Pet Pantry was the subject of a voluntary recall after receiving a shipment of food possibly rendered from a Canadian cow that tested positive for mad cow disease. The company replaced 1,300 bags of dog food on May 29.

Gayle Dupre, a team leader and trainer with the company, worked there for a little more than a year.

"In the employee handbook, they promised us seven days' notice, but we didn't even get that," she said. "If I'd had some notice, I could have been looking for another job. I can draw unemployment, but that's not enough to pay the rent. I'm a single mother. We're going to be out on the streets."

Teary-eyed, she talked as she bought a couple of newspapers at a nearby convenience store to start her search for a new job. Her 9-year-old son, Josh, was at her side.

Dupre said company officials told all of their regular employees not to show up for work on May 30 or Monday because the computer systems were being upgraded. She lives near Pet Pantry, and her first inkling that something was wrong came over the weekend when she saw movers taking equipment out of the building.

She said the company did not employ its telemarketers full-time and does not pay benefits.

"Thank God for Medicaid," she said. "My son has asthma."

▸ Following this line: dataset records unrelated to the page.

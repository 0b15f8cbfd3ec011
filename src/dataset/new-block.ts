/** An empty block of rows, for readers to fill. */
import { type Arena, kernelMemory } from "../util/kernels/memory.ts";
import type { BlockRequest, SampleBlock, Shape } from "./dataset.ts";

/**
 * Arrays that are not wanted are empty.
 *
 * @param arena of the kernels' memory, where the samples are to lie if there is room; else, or without it, anywhere
 */
export function newBlock(rows: number, shape: Shape, want: BlockRequest["want"], arena?: Arena): SampleBlock {
  const samples = rows * shape.subbands * shape.channels * shape.polarizations;
  return {
    firstRow: 0,
    rows: 0,
    time: new Float64Array(rows),
    u: new Float64Array(rows),
    v: new Float64Array(rows),
    w: new Float64Array(rows),
    antenna1: new Int32Array(rows),
    antenna2: new Int32Array(rows),
    subarray: new Int32Array(rows),
    field: new Int32Array(rows),
    setup: new Int32Array(rows),
    integration: new Float32Array(rows),
    real: numbers(want === "samples" ? samples : 0, arena),
    imag: numbers(want === "samples" ? samples : 0, arena),
    weight: numbers(want === "rows" ? 0 : samples, arena),
  };
}

function numbers(length: number, arena: Arena | undefined): Float32Array {
  const address = length === 0 ? undefined : arena?.allocate(4 * length);
  if (address === undefined) return new Float32Array(length);
  return new Float32Array(kernelMemory.heap.f32.buffer, address, length);
}
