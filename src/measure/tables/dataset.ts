/** The `dataset` measure: one row. */

import { SECONDS_PER_DAY } from "../../util/constants.ts";
import { median } from "../../util/statistics.ts";
import { fillMeasure } from "../fill-measure.ts";
import { DATASET } from "../forms.ts";
import type { Gleanings } from "../gleanings.ts";
import { type BareSurvey, baselinesMet } from "../survey-result.ts";
import type { Measure } from "../table.ts";
import { longestPause } from "../times.ts";
import type { BaselineFacts } from "./baseline.ts";
import { gapsOf } from "./gap.ts";
import { parallelNumbers } from "./products.ts";

export function datasetMeasure(
  survey: BareSurvey,
  facts: BaselineFacts,
  { counts, integrations, wKnown }: Gleanings,
): Measure {
  const { dataset, totals, times, scans } = survey;
  const { array, shape } = dataset;
  const withData = new Set(survey.antennasWithData);
  const inTable = array.fromTable ? array.antennas.length : 0;
  const inField = scans.filter((scan, i) => i > 0 && scans[i - 1]!.field === scan.field);
  const duration = times.length === 0 ? Number.NaN : (times.at(-1)! - times[0]!) * SECONDS_PER_DAY;
  const gaps = gapsOf(integrations, survey.integration);
  const row = {
    rows: totals.rows,
    ...counts.all.row,
    antennas_in_table: inTable,
    antennas_with_data: withData.size,
    antennas_without_data: array.fromTable
      ? array.antennas.filter(({ number }) => !withData.has(number)).length
      : 0,
    baselines: baselinesMet(survey),
    integrations: times.length,
    channels: shape.channels,
    subbands: shape.subbands,
    duration_s: duration,
    integration_s: survey.integration,
    gaps: inField.length,
    largest_gap_s: largestStep(times),
    gap_fraction: gaps.reduce((sum, { seconds }) => sum + seconds, 0) / duration,
    missing_integrations: missingIntegrations(times, survey.integration),
    duplicate_rows: totals.duplicateRows,
    duplicate_fraction: totals.duplicateRows / totals.rows,
    out_of_order_rows: totals.outOfOrderRows,
    out_of_order_fraction: totals.outOfOrderRows / totals.rows,
    bad_time_rows: totals.badTimeRows,
    bad_uvw_rows: totals.badUvwRows,
    bad_uvw_fraction: totals.badUvwRows / totals.rows,
    sensitivity_lost: counts.sensitivityLost(parallelNumbers(shape.subbands, dataset.polarizations)),
    noise_sigma: median(facts.sigma),
    amplitude_median: median(facts.amplitude),
    weight_scale: median(facts.weightScatter) ** 2,
    header_faults: dataset.notes.filter(({ kind }) => kind === "fault").length,
    has_weights: dataset.hasWeights ? 1 : 0,
    w_known: wKnown ? 1 : 0,
    positions_known: array.antennas.some(({ position }) => position !== null) ? 1 : 0,
    autocorrelation_rows: totals.autocorrelationRows,
  };
  return fillMeasure(DATASET, [row]);
}

/** Longest time between neighbouring integrations, seconds; 0 of fewer than two. */
function largestStep(times: Float64Array): number {
  let largest = 0;
  for (let i = 1; i < times.length; i++) largest = Math.max(largest, times[i]! - times[i - 1]!);
  return largest * SECONDS_PER_DAY;
}

/** Integrations that would fit between those there are, but for the gaps. */
function missingIntegrations(times: Float64Array, integration: number): number {
  if (!(integration > 0)) return 0;
  let missing = 0;
  const longest = longestPause(integration);
  for (let i = 1; i < times.length; i++) {
    const seconds = (times[i]! - times[i - 1]!) * SECONDS_PER_DAY;
    if (seconds < longest) missing += Math.max(0, Math.round(seconds / integration) - 1);
  }
  return missing;
}
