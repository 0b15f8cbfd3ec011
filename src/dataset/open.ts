/** Open the visibilities of one observation, in one file or many, of any format that is read. */
import { openFitsDataset } from "./open-fits.ts";
import type { KnownRows, OpenOptions } from "./recipe.ts";
import type { OpenedDataset } from "./row-summary.ts";

/**
 * The rows are looked at once here (their columns, not their samples), so that what the tables leave out is known.
 *
 * @throws InputError with advice when a file cannot be read, is of another kind, or is malformed
 */
export async function openDataset(path: string, options: OpenOptions = {}): Promise<OpenedDataset> {
  return openFiles([path], options);
}

/**
 * @param paths of files alone, in the order of their rows
 * @param known what an earlier opening found in the rows: saves looking at them again
 */
export async function openFiles(
  paths: readonly string[],
  _options: OpenOptions,
  known?: KnownRows,
): Promise<OpenedDataset> {
  return openFitsDataset(paths[0]!, known?.[0]);
}
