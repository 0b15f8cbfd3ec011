/** The rows of one file as the dataset sees them, with the selections made there. */
import type { Dataset } from "./dataset.ts";
import type { Selection } from "./selection.ts";

export interface RowsOfFile {
  /** the whole: antennas and fields may have other numbers there than in the file */
  readonly dataset: Dataset;
  /** the row of the dataset that is the file's first */
  readonly firstRow: number;
  readonly rows: number;
  /** in the dataset's numbers */
  readonly selections: readonly Selection[];
}
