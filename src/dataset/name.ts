/** What a dataset is called, from its path. */
import { basename } from "node:path";

/** File name without folder, `.gz` and the suffixes that FITS files and tables go by. */
export function datasetName(path: string): string {
  const name = basename(path);
  const bare = name
    .replace(/\.gz$/i, "")
    .replace(/\.(uvfits|uvfit|uvf|idifits|idi|fits|fit|fts|parquet|arrows?|feather|csv|tsv)$/i, "");
  return bare === "" ? name : bare;
}
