/** The `baseline` measure, and the facts of each baseline that other tables build on. */
import { SPEED_OF_LIGHT } from "../../util/constants.ts";
import { median, robustSigma, standardDeviation } from "../../util/statistics.ts";
import { evenChoice } from "../even-choice.ts";
import { fillMeasure } from "../fill-measure.ts";
import { BASELINE } from "../forms.ts";
import { type BareSurvey, baselinesMet } from "../survey-result.ts";
import type { Measure } from "../table.ts";
import type { BaselineCounts } from "./baseline-counts.ts";
import { parallelNumbers, parallelProducts } from "./products.ts";

/** What is known of each baseline, by its number: columns, since an array of thousands has millions of them. */
export interface BaselineFacts {
  readonly counts: BaselineCounts;
  /** medians over sub-bands, channels and parallel hands; NaN unknown */
  readonly amplitude: Float64Array;
  readonly sigma: Float64Array;
  readonly coherence: Float64Array;
  readonly scatter: Float64Array;
  readonly tail: Float64Array;
  /** amplitude of the first parallel hand over the second; NaN without two */
  readonly handRatio: Float64Array;
  /** typical noise times the square root of the typical weight of a sample */
  readonly weightScatter: Float64Array;
}

/** Integrations that tell whether a scatter has long tails. */
const FEWEST_FOR_TAIL = 10;
/** Integrations whose vector mean is held against their scalar mean. */
const COHERENCE_WINDOW = 8;

export function baselineFacts(survey: BareSurvey, counts: BaselineCounts): BaselineFacts {
  const column = () => new Float64Array(survey.baselines.length);
  const facts = {
    counts,
    amplitude: column(),
    sigma: column(),
    coherence: column(),
    scatter: column(),
    tail: column(),
    handRatio: column(),
    weightScatter: column(),
  };
  for (let baseline = 0; baseline < survey.baselines.length; baseline++) fillFacts(survey, facts, baseline);
  return facts;
}

function fillFacts(survey: BareSurvey, facts: BaselineFacts, baseline: number): void {
  const { tracks, levels, dataset } = survey;
  const { subbands, channels, polarizations } = dataset.shape;
  const products = subbands * polarizations;
  const each = products * channels;
  const parallel = parallelProducts(dataset.polarizations);
  const [first, last] = [tracks.firstCell[baseline]!, tracks.firstCell[baseline + 1]!];
  const own = (values: Float32Array) => values.subarray(baseline * each, (baseline + 1) * each);
  const ofParallel = (values: Float32Array) => own(values).filter((_, i) => parallel[i % polarizations]);
  const ofHand = (hand: number) => median(own(levels.median).filter((_, i) => i % polarizations === hand));
  const hands = parallel.flatMap((isParallel, p) => (isParallel ? [p] : []));
  const sigma = median(ofParallel(levels.sigma));
  const inTime = timeFacts(survey, first, last, parallel);
  const weight = facts.counts.meanWeight(baseline, parallelNumbers(subbands, dataset.polarizations));
  facts.amplitude[baseline] = median(ofParallel(levels.median));
  facts.sigma[baseline] = sigma;
  facts.coherence[baseline] = inTime.coherence;
  facts.scatter[baseline] = inTime.scatter;
  facts.tail[baseline] = inTime.tail;
  facts.handRatio[baseline] = hands.length === 2 ? ofHand(hands[0]!) / ofHand(hands[1]!) : Number.NaN;
  facts.weightScatter[baseline] = sigma * Math.sqrt(weight);
}

/** What the series of channel averages in time says, median over its parallel-hand products. */
function timeFacts(survey: BareSurvey, first: number, last: number, parallel: readonly boolean[]) {
  const { tracks, dataset } = survey;
  const { subbands, polarizations } = dataset.shape;
  const products = subbands * polarizations;
  const coherence: number[] = [];
  const scatter: number[] = [];
  const tail: number[] = [];
  for (let k = 0; k < products; k++) {
    if (!parallel[k % polarizations]) continue;
    const amplitudes: number[] = [];
    for (let cell = first; cell < last; cell++) {
      const i = cell * products + k;
      if (tracks.usable[i] === 0) continue;
      amplitudes.push(tracks.amplitude[i]!);
    }
    const sigma = robustSigma(amplitudes);
    scatter.push(sigma / median(amplitudes));
    // A sample of two has no scatter to speak of, and three no tail.
    tail.push(amplitudes.length < FEWEST_FOR_TAIL ? Number.NaN : standardDeviation(amplitudes) / sigma);
    coherence.push(coherenceOf(survey, first, last, k, products));
  }
  return { coherence: median(coherence), scatter: median(scatter), tail: median(tail) };
}

function coherenceOf(
  survey: BareSurvey,
  first: number,
  last: number,
  product: number,
  products: number,
): number {
  const { tracks } = survey;
  const windows: number[] = [];
  let [re, im, scalar, count] = [0, 0, 0, 0];
  for (let cell = first; cell < last; cell++) {
    const i = cell * products + product;
    if (count > 0 && tracks.scan[cell] !== tracks.scan[cell - 1]) [re, im, scalar, count] = [0, 0, 0, 0];
    if (tracks.usable[i] === 0) continue;
    re += tracks.real[i]!;
    im += tracks.imag[i]!;
    scalar += Math.hypot(tracks.real[i]!, tracks.imag[i]!);
    count += 1;
    if (count < COHERENCE_WINDOW) continue;
    windows.push(Math.hypot(re, im) / scalar);
    [re, im, scalar, count] = [0, 0, 0, 0];
  }
  return median(windows);
}

function spacings(survey: BareSurvey, first: number, last: number) {
  const { u, v, w } = survey.tracks;
  let [uvMin, uvMax, wMax] = [Number.NaN, Number.NaN, Number.NaN];
  for (let cell = first; cell < last; cell++) {
    const uv = Math.hypot(u[cell]!, v[cell]!) * SPEED_OF_LIGHT;
    const height = Math.abs(w[cell]!) * SPEED_OF_LIGHT;
    if (!(uv >= uvMin)) uvMin = Number.isNaN(uv) ? uvMin : uv;
    if (!(uv <= uvMax)) uvMax = Number.isNaN(uv) ? uvMax : uv;
    if (!(height <= wMax)) wMax = Number.isNaN(height) ? wMax : height;
  }
  return { uvMin, uvMax, wMax };
}

/** By antenna, the median flagged fraction of its baselines. */
function flaggedByAntenna(survey: BareSurvey, flagged: Float64Array): Map<number, number> {
  const fractions = new Map<number, number[]>();
  for (const [b, { antenna1, antenna2 }] of survey.baselines.entries()) {
    for (const antenna of [antenna1, antenna2]) {
      const known = fractions.get(antenna);
      if (known === undefined) fractions.set(antenna, [flagged[b]!]);
      else known.push(flagged[b]!);
    }
  }
  return new Map([...fractions].map(([antenna, list]) => [antenna, median(list)]));
}

/** Of the channels of all setups, Hz; NaN without any. */
function highestFrequency({ dataset }: BareSurvey): number {
  let highest = Number.NaN;
  for (const { frequencies } of dataset.setups) {
    for (const frequency of frequencies) if (!(frequency <= highest)) highest = frequency;
  }
  return highest;
}

export function baselineMeasure(survey: BareSurvey, facts: BaselineFacts): Measure {
  const { baselines, tracks } = survey;
  const flagged = Float64Array.from(baselines, (_, b) => facts.counts.of(b).flaggedFraction);
  const ofAntenna = flaggedByAntenna(survey, flagged);
  const beyond = (b: number) => {
    const { antenna1, antenna2 } = baselines[b]!;
    return flagged[b]! - Math.max(ofAntenna.get(antenna1)!, ofAntenna.get(antenna2)!);
  };
  const highest = highestFrequency(survey);
  const typicalSigma = median(facts.sigma);
  const typicalWeightScatter = median(facts.weightScatter);
  const chosen = evenChoice(baselines);
  const rows = Array.from(chosen, (b) => {
    const { uvMin, uvMax, wMax } = spacings(survey, tracks.firstCell[b]!, tracks.firstCell[b + 1]!);
    return {
      antenna1: baselines[b]!.antenna1,
      antenna2: baselines[b]!.antenna2,
      ...facts.counts.of(b).row,
      flagged_beyond_antennas: beyond(b),
      uv_min_m: uvMin,
      uv_max_m: uvMax,
      w_max_m: wMax,
      w_max_wavelengths: (wMax * highest) / SPEED_OF_LIGHT,
      amplitude_median: facts.amplitude[b]!,
      noise_sigma: facts.sigma[b]!,
      noise_ratio: facts.sigma[b]! / typicalSigma,
      amplitude_scatter: facts.scatter[b]!,
      amplitude_tail: facts.tail[b]!,
      coherence: facts.coherence[b]!,
      weight_scatter_ratio: facts.weightScatter[b]! / typicalWeightScatter,
    };
  });
  const measure = fillMeasure(BASELINE, rows);
  const all = baselinesMet(survey);
  if (chosen.length === all) return measure;
  return {
    ...measure,
    title: `${measure.title}: an even choice of ${chosen.length} of ${all}`,
  };
}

Karen Rhodes, spokeswoman for the Nevada's Department of Employment Training and Rehabilitation, said such incidents are common nationwide. The only regulation that protect employees is the Worker Adjustment and Retraining Notification Act, a federal regulation passed in 1989.

The act requires employers to provide 60 days' notice before mass layoffs, but covers only those employers with 100 or more full-time employees.

She said Nevada's Rapid Response team, part of the Employment Securities Division, can help.

In the meantime, many of the laid-off Pet Pantry workers are wondering how they will make next week's bills, said Carol Thomas, a 70-year-old cancer survivor who was laid off today.

"I have a wonderful son who is taking me back to New York," she said. "But my heart is breaking for these people.

"So many of the young girls have one or two babies and no one to support them. My friend Donna is in her late 60s," she said. "Where will she get a job? Some of these kids don't have food money for this week."

Founded in 1996, Pet Pantry sells pet food through telemarketing, with franchises in 25 states.

Company president Don Lockman did not return phone calls Tuesday, but a press release said the companies' call center division is being relocated overseas.

"Over the past several years, there has been a landslide of adverse legislation passed regarding U.S.-based companies with call center operations, both in 30-plus state legislative bodies as well as at the federal level," he said. "The net result is that it has fostered a variety of cumbersome compliance issues, like 'no-call lists' and other restrictions, thereby forcing companies like ours to absorb dramatically increased costs of operations and either relocate, cease operations, or charge higher fees. It is most unfortunate that, in a critical time of rising unemployment and economic uncertainty in the U.S., companies like ours must resort to this, to remain viable."

Dupre said Lockman took a trip to the Philippines four months ago and suspects he has known about the move since then.

"They took their business to the Philippines because it's cheaper," she said.